We acknowledge the Gadigal of the Eora Nation, the traditional custodians of the Country on which the Art Gallery of NSW stands.

Marikit Santiago Hallowed Be Thy Name (collaboration with Maella Santiago, Santi Mateo Santiago and Sarita Santiago)

acrylic, house paint, pen, oil and gold leaf on found cardboard

166.5 x 121.5 cm

Marikit Santiago’s personal compositions reflect her lived experience as a Filipina–Australian and depict her three children, with whom she makes the work and to whom she dedicates her practice.

Santiago has reframed biblical narratives, portraying herself as Eve and her husband Shawn as Adam, grappling with temptation alongside their children. This group portrait, Hallowed Be Thy Name, takes its title from a Christian prayer that begins ‘Our Father’. It is a response to her decision to change her children’s surname to her own.

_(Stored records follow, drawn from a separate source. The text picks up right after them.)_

def _read_npy(p: Path, options: ReadOptions):
    name = str(p)
    try:
        data = np.load(p, mmap_mode="r", allow_pickle=False)
    except (ValueError, EOFError, OSError) as exc:
        raise InputError(f"not a readable .npy file ({exc})", source=name) from None
    if data.dtype.names:
        raise InputError("structured .npy arrays are not supported; save plain columns",
                         source=name)
    if not (np.issubdtype(data.dtype, np.number) and not np.iscomplexobj(data)):
        raise InputError(f".npy holds {data.dtype}, not real numbers", source=name)
    if data.ndim not in (1, 2) or data.size == 0:
        raise InputError(f".npy array must be 1-D or 2-D and non-empty, got shape {data.shape}",
                         source=name)
    notes: list[str] = []
    lazy = _streams(int(data.shape[0]), options)
    if data.ndim == 1 or options.sample_rate_hz:
        if not options.sample_rate_hz:
            raise InputError("a 1-D .npy holds no time: give --sample-rate HZ", source=name)
        sig, col = _channel(data, options, name, ".npy array")
        choice = _unnamed_choice(data.shape[1] if data.ndim == 2 else 1, options, name,
                                 ".npy array")
        fs = float(options.sample_rate_hz)
        if lazy:
            return (_file_signal(data, p, col - 1), fs, notes, choice,
                    {"format": "NumPy .npy", "column": f"column {col}"})
        x = np.asarray(sig)
    else:
        if data.shape[1] < 2:
            raise InputError("a 2-D .npy needs a time column and a signal column, or "
                             "--sample-rate", source=name)
        opts = options if options.column is not None else ReadOptions(column=2)
        sig, col = _channel(data, opts, name, ".npy array")
        choice = _unnamed_choice(data.shape[1] - 1, options, name, ".npy array")
        if col == 1:
            raise InputError("column 1 of a 2-D .npy is time; choose a signal column",
                             source=name)
        if lazy:
            if options.resample:
                raise InputError("--resample needs the capture in memory; it is too long to "
                                 "stream with resampling", source=name)
            fs = _npy_time_checked(data, _uniform_blocks(_file_signal(data, p, 0), name, 0),
                                   name)
            return (_file_signal(data, p, col - 1), fs, notes, choice,
                    {"format": "NumPy .npy", "column": f"column {col}"})
        t = np.asarray(data[:, 0], dtype=np.float64)
        x, fs, notes = _uniform(t, np.asarray(sig, dtype=np.float64), options.resample, name, 0)
        fs = _npy_time_checked(data, fs, name)
    if x.dtype != np.float64:
        x = x.astype(np.float64)
    if not np.all(np.isfinite(x)):
        i = int(np.flatnonzero(~np.isfinite(x))[0])
        raise InputError(f"sample {i} is not a finite number", source=name)
    return x, fs, notes, choice, {"format": "NumPy .npy", "column": f"column {col}"}
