def calibration_from_mapping(data: dict[str, Any], *, source: str = "") -> Calibration:
    """Build a :class:`Calibration` from a mapping with the TOML keys.

    Parameters
    ----------
    data : dict
        Keys as written by :meth:`Calibration.to_toml`
        (``reference_modulation_percent`` in percent). Optional keys:
        ``highpass_hz``, ``lowpass_order``, ``smoothing_s``.
    source : str, optional
        File name for messages.

    Raises
    ------
    SettingsError
        Unknown or missing keys, or impossible values; the message names them.
    """
    where = f"{source}: " if source else ""
    known = {f.name for f in fields(Calibration)} - {"reference_modulation"}
    known.add("reference_modulation_percent")
    optional = {"highpass_hz", "lowpass_order", "smoothing_s"}
    unknown = sorted(set(data) - known)
    if unknown:
        raise SettingsError(f"{where}unknown calibration key(s) {', '.join(unknown)}; "
                            f"known keys are {', '.join(sorted(known))}")
    missing = sorted(known - optional - set(data))
    if missing:
        raise SettingsError(f"{where}calibration lacks key(s) {', '.join(missing)}")
    from .validate import Spec, check_table

    # types with the shared validator (file and key named); ranges in Calibration itself
    specs = {k: Spec("number") for k in known}
    specs.update({k: Spec("string") for k in ("name", "signal", "status", "origin")})
    specs["lowpass_order"] = Spec("integer")
    check_table(data, specs, source=source or "calibration")
    kwargs = dict(data)
    pct = kwargs.pop("reference_modulation_percent")
    if isinstance(pct, bool) or not isinstance(pct, (int, float)):
        raise SettingsError(f"{where}reference_modulation_percent must be a number, got {pct!r}")
    kwargs["reference_modulation"] = float(pct) / 100.0
    for key in ("name", "signal", "status", "origin"):
        if not isinstance(kwargs[key], str):
            raise SettingsError(f"{where}{key} must be a string, got {kwargs[key]!r}")
    try:
        return Calibration(**kwargs)
    except SettingsError as exc:
        raise SettingsError(f"{where}{exc}") from None


def load_calibration(path: str | Path) -> Calibration:
    """Read a flickermeter calibration from a TOML file.

    Parameters
    ----------
    path : str or pathlib.Path
        TOML file with the keys of :meth:`Calibration.to_toml` at top level.

    Returns
    -------
    Calibration

    Raises
    ------
    SettingsError
        If the file cannot be read or parsed, or its contents are not a valid
        calibration.

    Examples
    --------
    Write the default as a template, edit it, load it back::

        Path("lab.toml").write_text(LIGHT_PROVISIONAL_230V.to_toml())
        cal = load_calibration("lab.toml")
    """
    from .readers.sidefile import load_toml

    p = Path(path)
    data = load_toml(p, "calibration file")
    return calibration_from_mapping(data, source=str(p))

‘My radical stance against this patriarchal custom has left me and my children in a precarious position,’ explains Santiago. ‘Wearing the traditional barong Tagalog dress of the Philippines, we are surrounded by foliage, and each child is holding their favourite, albeit deadly, Australian native animal and biblical symbol of sin: a blue-ringed octopus, inland taipan and saltwater crocodile.

‘In my garden of good intentions, evil lurks everywhere. Good deeds rarely go unpunished. In my quest to demonstrate to my children what is possible, perhaps they’re just inheriting my sins.’

A three-time Archibald finalist, Santiago won the Sulman Prize 2020 with a painting of her three children. Her daughter Maella Santiago is a finalist in the Young Archie 2023.